# Men's Hair Loss > Non Surgical Hair Replacement >  Please help me with my hairloss foam or liquid dilemma  :(

## ohwell

I have been thinning on the top of my head for the past 4 years now and have also began to recede during the past year and half.

I originally used Regaine extra strength in Sep 2010 and actually got really good results. I carried on using this until summer 2011.

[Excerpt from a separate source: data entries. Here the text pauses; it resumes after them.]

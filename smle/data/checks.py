"""Row-level checks on price data: each broken rule raises an error naming the row, or, when
the caller asked for it with ``repair="drop"``, the row is repaired, logged and recorded.

Every check here works on whole columns at once (NumPy masks), so it costs little even on
hundreds of thousands of rows. Rows are named by their *position* among the data rows as
read (0-based, header not counted; for a CSV file the line number is shown too) and by their
timestamp or date, so a user can find them in the original file even after sorting or
dropping.
"""

from __future__ import annotations

import logging
from typing import NamedTuple

import numpy as np
import pandas as pd

from smle.errors import SmleInputError, describe

logger = logging.getLogger("smle.data")

REPAIR_CHOICES = ("raise", "drop")

# Command-line flags of the Python arguments that messages suggest, so that a message reads
# right from Python and from ``smle prepare`` (smle/cli/app.py). "--price-column" is the
# name proposed for the flag still to be added there.
COMMAND_LINE_FLAGS = {"repair": "--drop-bad-rows", "session_open": "--session-open",
                      "session_close": "--session-close", "timezone": "--timezone",
                      "interval": "--interval", "kind": "--kind",
                      "price_column": "--price-column"}


def suggest(argument: str, python_value: str, flag_value: str = "") -> str:
    """An argument as both interfaces spell it: ``repair='drop' (command line:
    --drop-bad-rows)``; only the Python form when no flag exists."""
    flag = COMMAND_LINE_FLAGS.get(argument)
    if flag is None:
        return f"{argument}={python_value}"
    return f"{argument}={python_value} (command line: {flag}{' ' + flag_value if flag_value else ''})"


DROP_HINT = suggest("repair", "'drop'")

# The name of the hidden column that carries each row's original position through sorting
# and dropping. It never appears in returned frames.
POSITION = "_smle_position"


class Repair(NamedTuple):
    """One repair made because the caller passed ``repair="drop"``.

    Attributes:
      rule: the rule the row broke, in words (for example ``"price must be positive"``).
      action: what was done: ``"dropped row"``, ``"sorted"``, ``"dropped day"``.
      position: the row's 0-based position among the input's data rows (for a dropped day,
        the position of its first row).
      label: the row's timestamp or date as text.
      detail: the offending value(s) as text.
    """

    rule: str
    action: str
    position: int
    label: str
    detail: str


def check_repair(repair: str) -> str:
    """Validate the ``repair`` argument."""
    if repair not in REPAIR_CHOICES:
        raise SmleInputError(
            f"repair={repair!r} is not accepted; use 'raise' (default: stop at the first bad "
            f"row) or 'drop' (drop or sort bad rows, logged and recorded)")
    return repair


def positive_integer(value, argument: str) -> int:
    """An integer argument of at least 1, or a clear error."""
    if isinstance(value, bool) or not isinstance(value, (int, np.integer)) or value < 1:
        raise SmleInputError(f"{argument}={describe(value)} is not accepted; use a positive "
                             f"integer (1, 2, ...)")
    return int(value)


def flag(value, argument: str) -> bool:
    """A true/false argument, or a clear error (a string such as 'no' would count as true)."""
    if not isinstance(value, (bool, np.bool_)):
        raise SmleInputError(f"{argument}={describe(value)} is not accepted; use True or False")
    return bool(value)


def row_name(position: int, label, source: str | None) -> str:
    """How a row is named in messages: its position, its file line and its key."""
    where = f"row {int(position)} (0-based data row"
    if source is not None:
        # Line 1 of the file is the header, so data row 0 is on line 2.
        where += f"; line {int(position) + 2} of {source}"
    return f"{where}; {label})"


class RowChecker:
    """Applies row rules to a frame that carries original positions in column ``POSITION``.

    Args:
      repair: ``"raise"`` or ``"drop"``.
      source: the file name for messages, or ``None`` for an in-memory frame.
      key_name: what the row key is called in messages (``"timestamp"``, ``"date"``).
    """

    def __init__(self, repair: str, source: str | None, key_name: str):
        self.repair = check_repair(repair)
        self.source = source
        self.key_name = key_name
        self.repairs: list[Repair] = []
        self.notes: list[str] = []

    def label(self, key) -> str:
        if isinstance(key, pd.Timestamp) and key.tz is None and key == key.normalize():
            key = key.date()  # a plain date reads better than "... 00:00:00"
        return f"{self.key_name} {key}"

    def apply(self, frame: pd.DataFrame, bad: np.ndarray, rule: str, detail_of,
              hint: str = "") -> pd.DataFrame:
        """Raise on the first row where ``bad`` is true, or drop all such rows and record them.

        Args:
          frame: the rows, with original positions in ``POSITION``, keyed by the index.
          bad: boolean mask over the rows.
          rule: the rule broken, in words.
          detail_of: function of the row's integer location giving the bad value as text.
          hint: extra advice appended to the error message.
        """
        bad = np.asarray(bad, dtype=bool)
        if not bad.any():
            return frame
        locations = np.flatnonzero(bad)
        positions = frame[POSITION].to_numpy()
        if self.repair == "raise":
            first = locations[0]
            others = len(locations) - 1
            more = ""
            if others:
                shown = ", ".join(str(int(positions[i])) for i in locations[1:6])
                more = (f" ({others} more row{'s' if others != 1 else ''} break the same rule, "
                        f"at data row{'s' if others != 1 else ''} {shown}"
                        f"{', ...' if others > 5 else ''})")
            raise SmleInputError(
                f"{row_name(positions[first], self.label(frame.index[first]), self.source)}: "
                f"{detail_of(first)}; rule broken: {rule}{more}. {hint}"
                f"Fix the data, or pass {DROP_HINT} to drop such rows (logged).")
        for location in locations:
            self.repairs.append(Repair(rule, "dropped row", int(positions[location]),
                                       self.label(frame.index[location]), detail_of(location)))
        self._log(rule, "dropped", locations, frame)
        return frame[~bad]

    def record(self, rule: str, action: str, positions, labels, details) -> None:
        """Record repairs made outside :meth:`apply` (sorting, dropping whole days)."""
        for position, label, detail in zip(positions, labels, details):
            self.repairs.append(Repair(rule, action, int(position), str(label), str(detail)))
        if len(positions):
            shown = ", ".join(str(label) for label in list(labels)[:3])
            logger.warning("repair: %s %d row(s) or day(s) breaking rule '%s' (first: %s)",
                           action, len(positions), rule, shown)

    def _log(self, rule, action, locations, frame) -> None:
        shown = ", ".join(
            row_name(frame[POSITION].iat[location], self.label(frame.index[location]), self.source)
            for location in locations[:3])
        logger.warning("repair: %s %d row(s) breaking rule '%s' (first: %s)",
                       action, len(locations), rule, shown)


def check_missing_key(frame: pd.DataFrame, keys: pd.Index, checker: RowChecker,
                      raw: pd.Series) -> tuple[pd.DataFrame, pd.Index]:
    """Rows whose timestamp or date is missing or could not be read."""
    bad = np.asarray(pd.isna(keys))
    if bad.any():
        frame = checker.apply(
            frame, bad, f"every row needs a readable {checker.key_name}",
            lambda i: f"{checker.key_name} {describe(raw.iloc[i])} is missing or unreadable")
        keys = keys[~bad]
    return frame, keys


def check_prices(frame: pd.DataFrame, columns: list[str], checker: RowChecker) -> pd.DataFrame:
    """Prices must be present, finite and positive (logs are taken of them)."""
    for column in columns:
        values = frame[column].to_numpy(dtype=float)
        frame = checker.apply(
            frame, ~np.isfinite(values), f"column '{column}' must hold a number in every row",
            lambda i, c=column, v=values: f"{c} is missing ({float(v[i])!r})")
    for column in columns:
        values = frame[column].to_numpy(dtype=float)
        frame = checker.apply(
            frame, values <= 0.0, f"prices in column '{column}' must be positive",
            lambda i, c=column, v=values: f"{c} = {float(v[i])!r} is not positive")
    return frame


def check_bars(frame: pd.DataFrame, checker: RowChecker) -> pd.DataFrame:
    """Bar consistency: low <= high, and open and close inside [low, high]."""
    high = frame["high"].to_numpy(dtype=float)
    low = frame["low"].to_numpy(dtype=float)
    frame = checker.apply(
        frame, high < low, "the high must not be below the low",
        lambda i: f"high = {float(high[i])!r} is below low = {float(low[i])!r}")
    for column in ("open", "close"):
        if column not in frame:
            continue
        high = frame["high"].to_numpy(dtype=float)
        low = frame["low"].to_numpy(dtype=float)
        value = frame[column].to_numpy(dtype=float)
        frame = checker.apply(
            frame, (value < low) | (value > high),
            f"the {column} must lie inside the bar's range [low, high]",
            lambda i, c=column, v=value, lo=low, hi=high:
                f"{c} = {float(v[i])!r} is outside [low = {float(lo[i])!r}, high = {float(hi[i])!r}]")
    return frame


def key_values(index: pd.Index) -> np.ndarray:
    """Keys as plain numbers for fast comparison (timestamps as int64 nanoseconds)."""
    if isinstance(index, pd.DatetimeIndex):
        return index.as_unit("ns").asi8
    return index.to_numpy()


def check_order(frame: pd.DataFrame, checker: RowChecker) -> pd.DataFrame:
    """Keys must be strictly increasing: neither out of order nor repeated.

    Rows in strictly decreasing order throughout (newest first, as many downloads come) are
    reversed, and a note says so (``checker.notes``). Otherwise, with ``repair="drop"`` rows
    out of order are sorted into place (stable sort, recorded as ``"sorted"``), then later
    rows repeating an earlier key are dropped (the first kept); without it either is an error
    naming the row.
    """
    keys = key_values(frame.index)
    if len(keys) > 2 and np.all(keys[1:] <= keys[:-1]) and keys[-1] < keys[0]:
        checker.notes.append(
            f"rows were in newest-first order ({checker.label(frame.index[0])} first); they "
            f"were reversed to oldest-first")
        frame = frame.iloc[::-1]
        keys = key_values(frame.index)
    positions = frame[POSITION].to_numpy()
    if len(keys) > 1:
        backwards = np.flatnonzero(keys[1:] < keys[:-1]) + 1
        if len(backwards):
            if checker.repair == "raise":
                i = backwards[0]
                raise SmleInputError(
                    f"{row_name(positions[i], checker.label(frame.index[i]), checker.source)}: "
                    f"comes before the previous row's {checker.key_name} "
                    f"{frame.index[i - 1]}; rule broken: rows must be sorted by "
                    f"{checker.key_name}, oldest first ({len(backwards)} such break(s) in all). "
                    f"Sort the data, or pass {DROP_HINT} to sort it (logged).")
            checker.record(f"rows must be sorted by {checker.key_name}", "sorted",
                           positions[backwards], [checker.label(frame.index[i]) for i in backwards],
                           [f"came after {checker.key_name} {frame.index[i - 1]}" for i in backwards])
            frame = frame.iloc[np.argsort(keys, kind="stable")]
            keys = key_values(frame.index)
            positions = frame[POSITION].to_numpy()
    if len(keys) > 1:
        repeated = np.r_[False, keys[1:] == keys[:-1]]
        frame = checker.apply(
            frame, repeated, f"each {checker.key_name} may appear only once",
            lambda i: f"repeats the {checker.key_name} of the row at position "
                      f"{positions[i - 1]}")
    return frame


def check_length(n_rows: int, minimum: int, what: str, source: str | None) -> None:
    """Too short a series."""
    if n_rows < minimum:
        where = f" in {source}" if source is not None else ""
        raise SmleInputError(
            f"{what}{where}: {n_rows} usable, at least {minimum} needed; rule broken: the series "
            f"is too short")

I then stopped using any products which I regret know and used some regaine foam from around September/October untill January 2012. My hair continued to thin and in February earlier this year I went through a massive shedding phase which brought me down a lot.

I purchased some regaine solution again which I used religiously but then encountered severe dandruff and dermatitis on my scalp in the summer this year and I had no choice but to discontinue the solution. I was prescribed some Nozaril shampoo but I honestly don't think this has helped me?

I have been applying regaine foam for the past 5 weeks now and I feel as if I have not made any progress at all, and I am thinking of moving back to the solution.
I like to keep my hair >1 inch long but the scalp is very visible now and is knocking me down and my confidence.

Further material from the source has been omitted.